A Perfect Fit


I looked down from my stepladder and saw a dark shape silhouetted in the open doorway of my shop. Paul couldn’t see me from where he stood, but I could see him – tall, handsome and looking so lost that my heart clenched.

He’d come to say goodbye, for good this time. This time I was the one who had spectacularly messed up.

I was taken back to the day he turned up out of the blue, two summers ago.

It was a roaring hot day like today. I’d propped the shop door open to let in the smallest of breezes along with a shaft of sunshine and suddenly he was there, filling the doorway.

I carried on serving my customer, Judy, who had brought in an anniversary cross-stitch for framing. As I went through a range of colours for the mount, I was too scared to look again in case I was seeing things.

“Are you OK, Debbie?” Judy asked. “You’re shaking.”

“Am I?” I tried to laugh it off, changing the subject. “How about this pale green?”
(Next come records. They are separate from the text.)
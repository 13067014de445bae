package main

import (
	"context"
	"errors"
	"fmt"
	"io"
	"io/fs"
	"os"
	"path/filepath"
	"strings"

	"stanchion/schedule/outfile"
)

// stdio stands for standard input or output where a file is named.
const stdio = "-"

// beside returns the name of an output that stands beside its input:
// loads.xlsx gives loads-sized.xlsx.
func beside(input, suffix string) string {
	ext := filepath.Ext(input)
	return strings.TrimSuffix(input, ext) + suffix + ext
}

// sameFile reports whether two names lead to one file, by whatever links.
func sameFile(a, b string) bool {
	if a == stdio || b == stdio {
		return false
	}
	infoA, errA := os.Stat(a)
	infoB, errB := os.Stat(b)
	return errA == nil && errB == nil && os.SameFile(infoA, infoB)
}

// mayReplace returns an error unless a file may be written at path: nothing
// stands there, or an earlier run wrote it, or the user insists.
func mayReplace(path string, force bool, earlier func(path string) bool) error {
	info, err := os.Stat(path)
	switch {
	case errors.Is(err, fs.ErrNotExist) || force:
		return nil
	case err != nil:
		return nil // writing will say why
	case !info.Mode().IsRegular():
		return nil // a device or a pipe holds nothing; a folder is refused on writing
	case info.Size() == 0 || earlier(path):
		return nil
	}
	return fmt.Errorf("%s exists, and no earlier run wrote it: name another file with -o, or give --force to replace it", path)
}

// never says that no earlier run can be told from the file.
func never(string) bool { return false }

// writeNewFile writes a file that replaces none, unless the user insists.
func writeNewFile(ctx context.Context, path string, force bool, write func(io.Writer) error) error {
	if err := mayReplace(path, force, never); err != nil {
		return err
	}
	return outfile.Write(ctx, path, write)
}
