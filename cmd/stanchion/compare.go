package main

import (
	"context"
	"fmt"
	"path/filepath"

	"github.com/spf13/cobra"

	"stanchion/design"
	"stanchion/design/search"
	"stanchion/schedule"
	"stanchion/schedule/revision"
)

// comparedSuffix ends the name of the output.
const comparedSuffix = "-compared"

func compareCommand(con *console) *cobra.Command {
	r := &compareRun{}
	var renamed []string
	c := &cobra.Command{
		Use:   "compare OLD NEW",
		Short: "set two issues of a schedule side by side",
		Long: "Finds which member of the old issue is which of the new one, by mark, grid reference and levels,\n" +
			"says what changed in load, length, restraint and section, and tries the sections of the old issue\n" +
			"under the actions of the new: which stay, which fail, which could be lighter, and the steel before\n" +
			"and after. The sections of the old issue are those of its own column and, where that is blank,\n" +
			"those of its results; if it has none, its members are sized first.\n\n" +
			"The new issue is written annotated beside itself, and what came of it in words on standard output.\n" +
			"A member that is gone and a new one that could be it under another name or in another place are\n" +
			"named as candidates, and never taken for one: --renamed says what a name has become.\n\n" +
			settingsHelp() + "\n\n" + compareStatuses + "\n\n" + cautionHelp,
		Example: `  stanchion compare examples/ottermere-depot.csv examples/ottermere-depot-ordered.csv
  stanchion compare depot-P01-sized.xlsx depot-P02.xlsx
  stanchion compare P01.csv P02.csv -o changes.csv --renamed "L1=Level 01" --renamed C7=C7A
  stanchion compare P01.csv P02.csv --renamed "C9 B2 L1 to L2=C9 B3 L1 to L2"`,
		Args: twoFiles,
		RunE: func(c *cobra.Command, args []string) error {
			var err error
			if r.renamed, err = parseRenamings(c, renamed); err != nil {
				return err
			}
			return r.do(c.Context(), con, c, args[0], args[1])
		},
	}
	f, fl := &r.flags, c.Flags()
	fl.StringVarP(&f.output, "output", "o", "", "write the annotated new issue to `FILE` (default: beside it, as NAME"+comparedSuffix+")")
	fl.StringVar(&f.sheet, "sheet", "", "`NAME` of the sheet that holds the new issue (default: chosen by content)")
	fl.StringVar(&r.oldSheet, "old-sheet", "", "`NAME` of the sheet that holds the old issue (default: chosen by content)")
	fl.StringArrayVar(&renamed, "renamed", nil, "`OLD=NEW`: a mark, grid reference or level that has another name in the new issue, or one member by all its names, as it is listed; may be repeated")
	fl.StringArrayVar(&f.set, "set", nil, "`NAME=VALUE` of a setting, for both issues; may be repeated")
	fl.StringVar(&f.settings, "settings", "", "`FILE` of settings for both issues: two columns, name and value")
	fl.StringArrayVar(&f.maps, "map", nil, "`HEADER=FIELD`: what a heading of your own stands for, or ignore; may be repeated")
	fl.IntVar(&f.workers, "workers", 0, "`NUMBER` of columns designed at a time (default: one a processor); results do not depend on it")
	fl.BoolVar(&f.force, "force", false, "replace an output that no earlier run wrote, or the new issue itself")
	fl.BoolVarP(&f.quiet, "quiet", "q", false, "say errors alone")
	return c
}

const compareStatuses = `Exit status:
  0    every section of the old issue passes under the new actions
  1    finished; a section of the old issue fails or is not allowed any more,
       or no section passes
  2    finished; a row could not be read
  3    nothing written: bad usage, unreadable file, no header, two headers for
       one field, no members, or an output that cannot be written
  130  interrupted; nothing written`

func twoFiles(c *cobra.Command, args []string) error {
	if len(args) != 2 {
		return usage(c, "%s: name the old issue and the new one", plural(len(args), "file"))
	}
	for _, a := range args {
		if a == stdio {
			return usage(c, "-: both issues are read from files")
		}
	}
	return nil
}

// compareRun is one run of compare.
type compareRun struct {
	flags    runFlags
	oldSheet string
	renamed  []revision.Renaming

	old, new *run
	result   *revision.Comparison
}

func (r *compareRun) do(ctx context.Context, con *console, c *cobra.Command, oldPath, newPath string) error {
	if err := r.flags.check(c); err != nil {
		return err
	}
	if r.flags.output == "" {
		r.flags.output = beside(newPath, comparedSuffix)
	}
	oldFlags := r.flags
	oldFlags.sheet = r.oldSheet
	r.old, r.new = newRun(con, c, &oldFlags, oldPath, search.Size), newRun(con, c, &r.flags, newPath, search.Size)
	r.old.loadsOptional = true // it may be a schedule of what was built
	for _, x := range []*run{r.old, r.new} {
		if err := x.read(ctx); err != nil {
			return err
		}
		defer x.source.Close()
	}
	defects := r.compare(ctx)
	if r.result == nil {
		return defects
	}
	if err := r.write(ctx); err != nil {
		return err
	}
	if defects != nil {
		con.fail(defects)
	}
	if err := r.text(con.out); err != nil {
		return err
	}
	con.say("Written: %s", r.flags.output)
	con.say("%s", wrap(caution, screenWidth-2, "  "))
	return r.status()
}

// compare reads both issues and sets them side by side. Where the search could
// not bring single columns to an end, there is a result besides the error.
func (r *compareRun) compare(ctx context.Context) error {
	old, err := r.old.issue()
	if err != nil {
		return err
	}
	new, err := r.new.issue()
	if err != nil {
		return err
	}
	if err := revision.Rename(old.Members, new.Members, r.renamed); err != nil {
		return usage(r.new.cmd, "--renamed: %v", err)
	}
	r.result, err = revision.Compare(ctx, old, new, r.old.engine, r.new.engine, r.new.plan.Settings.Together.Options, r.flags.workers)
	return err
}

// issue reads the members of a schedule with the sections that they have.
func (r *run) issue() (*revision.Issue, error) {
	members, err := revision.Read(r.plan.Members(), r.find, r.plan.Settings.Design.Grades)
	return &revision.Issue{File: filepath.Base(r.input), Members: members}, err
}

// status is how the run ends.
func (r *compareRun) status() error {
	count := [4]int{}
	for i := range r.result.Rows {
		switch row := &r.result.Rows[i]; {
		case !row.New.Readable() || row.Kept.Result.Status == design.NotRead:
			count[design.NotRead]++
		case row.Verdict == revision.Weak || row.Verdict == revision.Barred || row.Kept.Result.Status != design.Passes:
			count[design.Fails]++
		}
	}
	return verdict(&count)
}

// write writes the annotated new issue.
func (r *compareRun) write(ctx context.Context) error {
	n := r.new
	path, err := n.outputPath()
	if err != nil {
		return err
	}
	switch {
	case path == stdio:
		return usage(n.cmd, "-o -: what came of it goes to standard output in words: name a file")
	case sameFile(path, r.old.input):
		return fmt.Errorf("%s is the old issue itself: name another file with -o", path)
	}
	if err := n.guard(path); err != nil {
		return err
	}
	n.out = &outputs{path: path, last: n.source.Close}
	defer n.out.discard()
	w, err := n.out.create(n.con, path)
	if err != nil {
		return err
	}
	s, err := r.sink(w)
	if err != nil {
		return err
	}
	n.out.sinks = []sink{s}
	for i := range r.result.Rows {
		m := r.result.Rows[i].New
		if err := n.out.put(&schedule.Member{Column: m.Column, Rows: m.Rows}, nil); err != nil {
			return err
		}
	}
	return n.out.commit(ctx)
}
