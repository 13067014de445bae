package main

import (
	"time"

	"github.com/schollz/progressbar/v3"
)

// slowRun is the number of members from which a run is worth watching.
const slowRun = 20_000

// progress shows how far a long run is, on a terminal alone.
type progress struct {
	bar     *progressbar.ProgressBar
	pending int
}

func newProgress(con *console, members int) *progress {
	p := &progress{}
	if con.terminal && !con.quiet && members >= slowRun {
		p.bar = progressbar.NewOptions(members,
			progressbar.OptionSetWriter(con.err),
			progressbar.OptionSetDescription("designing"),
			progressbar.OptionShowCount(),
			progressbar.OptionSetWidth(30),
			progressbar.OptionThrottle(100*time.Millisecond),
			progressbar.OptionClearOnFinish(),
			progressbar.OptionEnableColorCodes(false),
		)
	}
	return p
}

// add counts one member. The bar is told of every thousandth.
func (p *progress) add() {
	if p.bar == nil {
		return
	}
	if p.pending++; p.pending == 1000 {
		p.bar.Add(p.pending)
		p.pending = 0
	}
}

// done takes the bar off the screen.
func (p *progress) done() {
	if p.bar != nil {
		p.bar.Clear()
	}
}
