package main

import (
	"context"
	"fmt"
	"strconv"
	"strings"

	"stanchion/design"
	"stanchion/schedule"
	"stanchion/schedule/summary"
	"stanchion/schedule/takeoff"
)

const (
	shownFailing = 20 // members that fail, on one screen
	shownNotRead = 12
)

func newTally(r *run) *summary.Tally {
	return summary.NewTally(max(shownFailing, shownNotRead), r.familyOf)
}

// report says what came of a run: the outcome, the steel, what needs looking
// at, and where the results are.
func (r *run) report(ctx context.Context) {
	if r.con.quiet {
		return
	}
	r.sayRead()
	r.sayOutcome()
	r.sayKept()
	r.saySteel()
	r.sayAtHand()
	r.saySizes()
	r.sayReserve()
	r.sayFailing(ctx)
	r.sayNotRead()
	r.sayWritten()
}

func (r *run) print(lines ...string) {
	for _, l := range lines {
		fmt.Fprintln(r.con.err, l)
	}
}

func (r *run) sayOutcome() {
	c := &r.tally.Count
	parts := []string{fmt.Sprintf("%d pass", c[design.Passes])}
	for _, p := range []struct {
		status design.Status
		word   string
	}{{design.Fails, "fail"}, {design.NoSection, "without a section that passes"}, {design.NotRead, "not read"}} {
		if n := c[p.status]; n > 0 {
			parts = append(parts, r.con.strong(fmt.Sprintf("%d %s", n, p.word)))
		}
	}
	r.print("", fmt.Sprintf("Outcome: %s", strings.Join(parts, ", ")))
}

// sayReserve says which member can carry the least more.
func (r *run) sayReserve() {
	if r.least == nil {
		return
	}
	res := &r.least.Result
	factor := ""
	if res.Reserve > 0 {
		factor = fmt.Sprintf(" (factor %.3f)", res.Reserve)
	}
	whose := ""
	if c := &r.tally.Count; c[design.Fails]+c[design.NoSection] > 0 {
		whose = " of those that pass"
	}
	r.print("")
	r.paragraph("", fmt.Sprintf("Least reserve%s: %s, %.1f kN on N_Ed%s, then %s", whose, takeoff.MemberName(&r.least.Member.Column), res.ReserveN/1000, factor, schedule.CheckName(res.ReserveCheck)))
}

func (r *run) sayWritten() {
	r.print("")
	if r.out.path != stdio {
		r.paragraph("", "Written: "+r.con.strong(r.out.path))
	}
	if r.flags.json != "" && r.flags.json != stdio {
		r.paragraph("", "Written: "+r.flags.json)
	}
	r.paragraph("", caution)
}

// paragraph prints words within the width of the screen.
func (r *run) paragraph(indent, words string) {
	r.print(indent + wrap(words, screenWidth-2, indent+"  "))
}

func plural(n int, what string) string {
	if n == 1 {
		return "1 " + what
	}
	return strconv.Itoa(n) + " " + what + "s"
}
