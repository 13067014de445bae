package main

import (
	"encoding/csv"
	"encoding/json"
	"math"
	"strconv"
	"strings"

	"github.com/rogpeppe/go-internal/testscript"
)

// scriptAgrees compares results with those of a separate calculation: agrees
// TOLERANCE EXPECTED.csv RESULTS.jsonl. The first column of the expected ones is
// the mark, the others are keys of a line; an empty cell is null, and a - is not
// compared. The tolerance is relative.
func scriptAgrees(ts *testscript.TestScript, neg bool, args []string) {
	if neg || len(args) != 3 {
		ts.Fatalf("usage: agrees TOLERANCE EXPECTED.csv RESULTS.jsonl")
	}
	tolerance, err := strconv.ParseFloat(args[0], 64)
	ts.Check(err)
	lines := linesByMark(ts, args[2])
	rows, err := csv.NewReader(strings.NewReader(ts.ReadFile(args[1]))).ReadAll()
	ts.Check(err)
	if len(rows)-1 != len(lines) || len(lines) == 0 {
		ts.Fatalf("%d members expected, %d found", len(rows)-1, len(lines))
	}
	for _, row := range rows[1:] {
		line, ok := lines[row[0]]
		if !ok {
			ts.Fatalf("no member %s", row[0])
		}
		for k := 1; k < len(row); k++ {
			if got := line[rows[0][k]]; !agrees(row[k], got, tolerance) {
				ts.Fatalf("%s: %s is %v, expected %s\n%v", row[0], rows[0][k], got, row[k], line)
			}
		}
	}
}

func linesByMark(ts *testscript.TestScript, file string) map[string]map[string]any {
	lines := map[string]map[string]any{}
	for _, text := range strings.Split(strings.TrimSpace(ts.ReadFile(file)), "\n") {
		var line map[string]any
		ts.Check(json.Unmarshal([]byte(text), &line))
		mark, _ := line["mark"].(string)
		lines[mark] = line
	}
	return lines
}

func agrees(want string, got any, tolerance float64) bool {
	if want == "-" {
		return true
	}
	x, isNumber := got.(float64)
	if want == "" {
		return !isNumber
	}
	w, err := strconv.ParseFloat(want, 64)
	return err == nil && isNumber && math.Abs(x-w) <= tolerance*math.Abs(w)
}
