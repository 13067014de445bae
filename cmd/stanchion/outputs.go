package main

import (
	"context"
	"errors"
	"fmt"
	"io"
	"os"
	"path/filepath"
	"strings"

	"stanchion/design"
	"stanchion/design/search"
	"stanchion/schedule"
	"stanchion/schedule/outfile"
	"stanchion/schedule/workbook"
)

// sink takes the members in their order, and is told when all have come.
type sink interface {
	put(m *schedule.Member, res *design.Result) error
	finish(ctx context.Context) error
}

// outputs are what a run writes. Files appear at their places on commit alone.
type outputs struct {
	path  string // of the annotated schedule, for people
	sinks []sink
	files []*outfile.File
	last  func() error // before files appear: lets go of the input, which may be one of them
}

func (o *outputs) put(m *schedule.Member, res *design.Result) error {
	for _, s := range o.sinks {
		if err := s.put(m, res); err != nil {
			return err
		}
	}
	return nil
}

// commit finishes the outputs and puts the files at their places.
func (o *outputs) commit(ctx context.Context) error {
	for _, s := range o.sinks {
		if err := s.finish(ctx); err != nil {
			return err
		}
	}
	for _, f := range o.files {
		if err := f.Settle(); err != nil {
			return err
		}
	}
	if err := ctx.Err(); err != nil {
		return err
	}
	if err := o.last(); err != nil {
		return err
	}
	for _, f := range o.files {
		if err := f.Commit(); err != nil {
			return err
		}
	}
	return nil
}

// discard drops what was not committed.
func (o *outputs) discard() {
	for _, f := range o.files {
		f.Discard()
	}
}

// create opens a place for an output: a file, or standard output.
func (o *outputs) create(con *console, path string) (io.Writer, error) {
	if path == stdio {
		return con.out, nil
	}
	f, err := outfile.Create(path)
	if err != nil {
		return nil, err
	}
	o.files = append(o.files, f)
	return f, nil
}

// openOutputs settles where the results go, and refuses to write over what is
// not the program's own.
func (r *run) openOutputs() error {
	path, err := r.outputPath()
	if err != nil {
		return err
	}
	r.out = &outputs{path: path, last: r.source.Close}
	r.tally = newTally(r)
	if err := r.guard(path); err != nil {
		return err
	}
	err = r.openSinks(path)
	if err != nil {
		r.out.discard()
	}
	return err
}

// outputPath is the place of the annotated schedule.
func (r *run) outputPath() (string, error) {
	path := r.flags.output
	switch {
	case path == "" && r.input == stdio:
		return stdio, nil
	case path == "":
		return beside(r.input, r.suffix()), nil
	case path == stdio && !r.isText():
		return "", usage(r.cmd, "-o -: a workbook does not go to standard output: name a file")
	case path == stdio:
		return path, nil
	}
	from, to := strings.ToLower(filepath.Ext(r.input)), strings.ToLower(filepath.Ext(path))
	if info, err := os.Stat(path); err == nil && !info.Mode().IsRegular() {
		return path, nil // a device or a pipe has the name it has
	}
	if r.isText() == isWorkbookName(to) {
		return "", usage(r.cmd, "-o %s: the output has the form of the input: name a file ending in %s", path, fallback(from, ".csv"))
	}
	if !r.isText() && from != to {
		return "", usage(r.cmd, "-o %s: the output of %s must end in %s too", path, r.input, from)
	}
	return path, nil
}

func isWorkbookName(ext string) bool {
	switch ext {
	case ".xlsx", ".xlsm", ".xltx", ".xltm", ".xls", ".xlsb", ".ods":
		return true
	}
	return false
}

func fallback(s, other string) string {
	if s == "" {
		return other
	}
	return s
}

// guard refuses outputs that would be written over something of the user's.
func (r *run) guard(path string) error {
	json := r.flags.json
	switch {
	case sameFile(path, r.input) && !r.flags.force:
		return fmt.Errorf("%s is the input itself: name another file with -o, or give --force to write onto it", path)
	case sameFile(json, r.input):
		return fmt.Errorf("--json %s is the input itself: name another file", json)
	case json != "" && json != stdio && (sameFile(path, json) || filepath.Clean(path) == filepath.Clean(json)):
		return fmt.Errorf("-o and --json both name %s: name two files", json)
	}
	if path != stdio {
		if err := mayReplace(path, r.flags.force, r.earlier()); err != nil {
			return err
		}
	}
	if json != "" && json != stdio {
		return mayReplace(json, r.flags.force, jsonEarlier)
	}
	return nil
}

// earlier tells whether an earlier run wrote a file of the input's form.
func (r *run) earlier() func(path string) bool {
	if r.isText() {
		return textEarlier
	}
	return workbook.WrittenByUs
}

func (r *run) openSinks(path string) error {
	w, err := r.out.create(r.con, path)
	if err != nil {
		return err
	}
	schedule, err := r.scheduleSink(w)
	if err != nil {
		return err
	}
	r.out.sinks = append(r.out.sinks, schedule)
	if r.flags.json == "" {
		return nil
	}
	if w, err = r.out.create(r.con, r.flags.json); err != nil {
		return err
	}
	r.out.sinks = append(r.out.sinks, newJSONSink(w))
	return nil
}

// scheduleSink writes the annotated schedule in the form of the input.
func (r *run) scheduleSink(w io.Writer) (sink, error) {
	cols := schedule.ResultColumns(r.resultOptions())
	switch src := r.source.(type) {
	case *textSource:
		tw, err := src.NewWriter(w, r.plan, cols)
		return &textSink{tw}, err
	case *bookSource:
		return newBookSink(r, src, w, cols), nil
	}
	return nil, errors.New("no writer for this kind of schedule")
}

func (r *run) resultOptions() schedule.ResultOptions {
	set := &r.plan.Settings.Design
	return schedule.ResultOptions{
		Reserve:     r.mode == search.Check || r.plan.Settings.Together.Reserve,
		AtHand:      r.atHand != nil,
		StatusFirst: !r.isText(),
		Fire:        set.FireRatio > 0 || set.FirePeriod > 0 || r.hasField("eta_fi") || r.hasField("Fire period"),
	}
}

// textWriter is the writer of the text package.
type textWriter interface {
	Write(*schedule.Member, *design.Result) error
	Close() error
}

// textSink writes delimited text.
type textSink struct{ textWriter }

func (s *textSink) put(m *schedule.Member, res *design.Result) error { return s.Write(m, res) }
func (s *textSink) finish(context.Context) error                     { return s.Close() }

// jsonSink writes JSON lines.
type jsonSink struct{ *schedule.JSONLines }

func newJSONSink(w io.Writer) *jsonSink {
	return &jsonSink{schedule.NewJSONLines(w)}
}

func (s *jsonSink) put(m *schedule.Member, res *design.Result) error { return s.Write(m, res) }
func (s *jsonSink) finish(context.Context) error                     { return s.Flush() }

// jsonEarlier reports whether an earlier run wrote a file of JSON lines: its
// first line opens with the first keys.
func jsonEarlier(path string) bool {
	return beginsWith(path, func(line string) bool {
		return strings.HasPrefix(line, `{"mark":`) && strings.Contains(line, `"stack":`) && strings.Contains(line, `"next_lighter":`)
	})
}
While Judy went through the different colours I lost myself in the past.

I’d been with Paul since we were fourteen. Then, when we were twenty-one, he upped and left with no explanation except to say he was no good for me, whatever that meant.

His best friend, Max, was hurt by his sudden departure, too, and for a while Max and I went out, but there was no romance.

I knew I’d never love anyone like I loved Paul and Max was only looking for company.

Paul grew up in a children’s home and he always said I gave him the roots he lacked. Some roots!

“I can’t make up my mind and you have someone waiting.” Judy stepped back from the counter. “Serve this young man first.”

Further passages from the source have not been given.